* DATA UNDER STUDY
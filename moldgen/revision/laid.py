"""An old part laid onto the new one: both by their faces, and questions about places that either covers."""

from __future__ import annotations

from dataclasses import dataclass
from functools import cached_property
from typing import Final

import numpy as np

from moldgen.kernel.face_compare import SAME_PLACE, on_same_surface
from moldgen.kernel.face_signature import PartSigns
from moldgen.model.face_sign import FaceSign, SurfaceKind
from moldgen.model.part import Box, Vector, vector
from moldgen.model.revision import Alignment
from moldgen.revision.align import grown_motion, placed_signs
from moldgen.revision.congruent import STAY, Faces, Pairs

SAMPLES: Final = 12
"""Places of a face that are looked at (our choice)."""

ON_MESH: Final = 0.1
"""mm: a place on the mesh of a face counts as on the face: twice the sag of the working mesh."""

SAME_FREE: Final = 5e-3
"""mm: places of a free face that keep this close to free faces of the other part lie on the same surface (our choice:
half of what two writings of one shell may differ by)."""


@dataclass(frozen=True, eq=False)
class Laid:
    """Two versions of a part in the coordinates of the new one.

    old, new : the parts; placed : the signs of the old one where it lies now; tolerance : of one place [mm]
    """

    old: PartSigns
    new: PartSigns
    alignment: Alignment
    placed: tuple[FaceSign, ...]
    tolerance: float

    @classmethod
    def of(cls, old: PartSigns, new: PartSigns, alignment: Alignment) -> Laid:
        """Return the old part laid onto the new one; faces match as closely as they did then."""
        tolerance = max(SAME_PLACE, 2.0 * alignment.residual_mm)
        return cls(old, new, alignment, placed_signs(old, alignment), tolerance)

    @cached_property
    def _motion(self) -> tuple[np.ndarray, np.ndarray]:
        rotation, shift = grown_motion(self.old, self.alignment)
        return np.array(rotation), np.array(shift)

    def over(self, points: np.ndarray) -> np.ndarray:
        """Return points of the old part in the coordinates of the new one, (n, 3) [mm]."""
        rotation, shift = self._motion
        return np.asarray(self.alignment.scale * points @ rotation.T + shift)

    def back(self, points: np.ndarray) -> np.ndarray:
        """Return points of the new part in the coordinates of the old one, (n, 3) [mm]."""
        rotation, shift = self._motion
        return np.asarray((points - shift) @ rotation / self.alignment.scale)

    def in_place(self) -> tuple[np.ndarray, np.ndarray]:
        """Return the numbers of old and new faces that lie on each other all over, (n,) and (n,)."""
        pairs = Pairs.of(Faces.of(self.placed), Faces.of(self.new.signs), self.tolerance)
        hits = pairs.hits(STAY)
        return pairs.first[hits], pairs.second[hits]

    def overlap(self, old: int, new: int) -> bool:
        """True when an old and a new face, on one surface, have a place in common."""
        for point in self.over(self.old.samples(old, SAMPLES)):
            if self.new.distance(new, vector(point)) <= ON_MESH:
                return True
        for point in self.back(self.new.samples(new, SAMPLES)):
            if self.old.distance(old, vector(point)) <= ON_MESH:
                return True
        return False

    def trimmed(self, old: int, new: int) -> bool:
        """True when two faces lie on one surface and overlap: only their boundaries differ."""
        sign = self.new.signs[new]
        return on_same_surface(self.placed[old], sign, self.tolerance) and self.overlap(old, new)

    def old_lies_on_new(self, old: int) -> bool:
        """True when a free face of the old part lies on faces of the new one all over, whatever they are written as."""
        points = self.over(self.old.vertices(old, SAMPLES))
        return self.old.signs[old].kind is SurfaceKind.FREE and _all_on(points, self.new)

    def new_lies_on_old(self, new: int) -> bool:
        """True when a free face of the new part lies on faces of the old one all over."""
        points = self.back(self.new.vertices(new, SAMPLES))
        return self.new.signs[new].kind is SurfaceKind.FREE and _all_on(points, self.old)

    def box(self, old: tuple[int, ...], new: tuple[int, ...]) -> Box:
        """Return the box of the new faces, of the old ones where there are none."""
        if new:
            corners = np.vstack([self.new.box(n) for n in new])
        else:
            corners = self.over(np.vstack([self.old.vertices(n, 10**6) for n in old]))
        return vector(corners.min(axis=0)), vector(corners.max(axis=0))

    def place(self, old: tuple[int, ...], new: tuple[int, ...]) -> Vector:
        """Return the axis of the largest of some faces where it goes around one, else a point on it; new ones first."""
        signs, numbers = (self.new.signs, new) if new else (self.placed, old)
        largest = max(numbers, key=lambda n: (signs[n].area_mm2, -n))
        sign = signs[largest]
        if sign.kind in (SurfaceKind.CYLINDER, SurfaceKind.CONE) and _inside(sign.at, self.box(old, new)):
            return sign.at
        if new:
            return vector(self.new.samples(largest, 1)[0])
        return vector(self.over(self.old.samples(largest, 1))[0])


def _inside(point: Vector, box: Box) -> bool:
    """True for a point well inside a box: the axis of a rounding lies beside it, that of a hole in its middle."""
    low, high = (np.asarray(corner) for corner in box)
    return bool((np.minimum(point - low, high - point) >= 0.2 * (high - low)).all())


def _all_on(points: np.ndarray, part: PartSigns) -> bool:
    for point in points:
        number, gap = part.nearest(vector(point))
        if gap > ON_MESH or part.exact_distance(number, point) > SAME_FREE:
            return False
    return True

* YOUR TASK
Every record must be transcribed exactly as written.

* REPLY TO THE EXERCISE
filename moldgen/revision/laid.py
"""An old part laid onto the new one: both by their faces, and questions about places that either covers."""

from __future__ import annotations

from dataclasses import dataclass
from functools import cached_property
from typing import Final

import numpy as np

from moldgen.kernel.face_compare import SAME_PLACE, on_same_surface
from moldgen.kernel.face_signature import PartSigns
from moldgen.model.face_sign import FaceSign, SurfaceKind
from moldgen.model.part import Box, Vector, vector
from moldgen.model.revision import Alignment
from moldgen.revision.align import grown_motion, placed_signs
from moldgen.revision.congruent import STAY, Faces, Pairs

SAMPLES: Final = 12
"""Places of a face that are looked at (our choice)."""

ON_MESH: Final = 0.1
"""mm: a place on the mesh of a face counts as on the face: twice the sag of the working mesh."""

SAME_FREE: Final = 5e-3
"""mm: places of a free face that keep this close to free faces of the other part lie on the same surface (our choice:
half of what two writings of one shell may differ by)."""


@dataclass(frozen=True, eq=False)
class Laid:
    """Two versions of a part in the coordinates of the new one.

    old, new : the parts; placed : the signs of the old one where it lies now; tolerance : of one place [mm]
    """

    old: PartSigns
    new: PartSigns
    alignment: Alignment
    placed: tuple[FaceSign, ...]
    tolerance: float

    @classmethod
    def of(cls, old: PartSigns, new: PartSigns, alignment: Alignment) -> Laid:
        """Return the old part laid onto the new one; faces match as closely as they did then."""
        tolerance = max(SAME_PLACE, 2.0 * alignment.residual_mm)
        return cls(old, new, alignment, placed_signs(old, alignment), tolerance)

    @cached_property
    def _motion(self) -> tuple[np.ndarray, np.ndarray]:
        rotation, shift = grown_motion(self.old, self.alignment)
        return np.array(rotation), np.array(shift)

    def over(self, points: np.ndarray) -> np.ndarray:
        """Return points of the old part in the coordinates of the new one, (n, 3) [mm]."""
        rotation, shift = self._motion
        return np.asarray(self.alignment.scale * points @ rotation.T + shift)

    def back(self, points: np.ndarray) -> np.ndarray:
        """Return points of the new part in the coordinates of the old one, (n, 3) [mm]."""
        rotation, shift = self._motion
        return np.asarray((points - shift) @ rotation / self.alignment.scale)

    def in_place(self) -> tuple[np.ndarray, np.ndarray]:
        """Return the numbers of old and new faces that lie on each other all over, (n,) and (n,)."""
        pairs = Pairs.of(Faces.of(self.placed), Faces.of(self.new.signs), self.tolerance)
        hits = pairs.hits(STAY)
        return pairs.first[hits], pairs.second[hits]

    def overlap(self, old: int, new: int) -> bool:
        """True when an old and a new face, on one surface, have a place in common."""
        for point in self.over(self.old.samples(old, SAMPLES)):
            if self.new.distance(new, vector(point)) <= ON_MESH:
                return True
        for point in self.back(self.new.samples(new, SAMPLES)):
            if self.old.distance(old, vector(point)) <= ON_MESH:
                return True
        return False

    def trimmed(self, old: int, new: int) -> bool:
        """True when two faces lie on one surface and overlap: only their boundaries differ."""
        sign = self.new.signs[new]
        return on_same_surface(self.placed[old], sign, self.tolerance) and self.overlap(old, new)

    def old_lies_on_new(self, old: int) -> bool:
        """True when a free face of the old part lies on faces of the new one all over, whatever they are written as."""
        points = self.over(self.old.vertices(old, SAMPLES))
        return self.old.signs[old].kind is SurfaceKind.FREE and _all_on(points, self.new)

    def new_lies_on_old(self, new: int) -> bool:
        """True when a free face of the new part lies on faces of the old one all over."""
        points = self.back(self.new.vertices(new, SAMPLES))
        return self.new.signs[new].kind is SurfaceKind.FREE and _all_on(points, self.old)

    def box(self, old: tuple[int, ...], new: tuple[int, ...]) -> Box:
        """Return the box of the new faces, of the old ones where there are none."""
        if new:
            corners = np.vstack([self.new.box(n) for n in new])
        else:
            corners = self.over(np.vstack([self.old.vertices(n, 10**6) for n in old]))
        return vector(corners.min(axis=0)), vector(corners.max(axis=0))

    def place(self, old: tuple[int, ...], new: tuple[int, ...]) -> Vector:
        """Return the axis of the largest of some faces where it goes around one, else a point on it; new ones first."""
        signs, numbers = (self.new.signs, new) if new else (self.placed, old)
        largest = max(numbers, key=lambda n: (signs[n].area_mm2, -n))
        sign = signs[largest]
        if sign.kind in (SurfaceKind.CYLINDER, SurfaceKind.CONE) and _inside(sign.at, self.box(old, new)):
            return sign.at
        if new:
            return vector(self.new.samples(largest, 1)[0])
        return vector(self.over(self.old.samples(largest, 1))[0])


def _inside(point: Vector, box: Box) -> bool:
    """True for a point well inside a box: the axis of a rounding lies beside it, that of a hole in its middle."""
    low, high = (np.asarray(corner) for corner in box)
    return bool((np.minimum(point - low, high - point) >= 0.2 * (high - low)).all())


def _all_on(points: np.ndarray, part: PartSigns) -> bool:
    for point in points:
        number, gap = part.nearest(vector(point))
        if gap > ON_MESH or part.exact_distance(number, point) > SAME_FREE:
            return False
    return True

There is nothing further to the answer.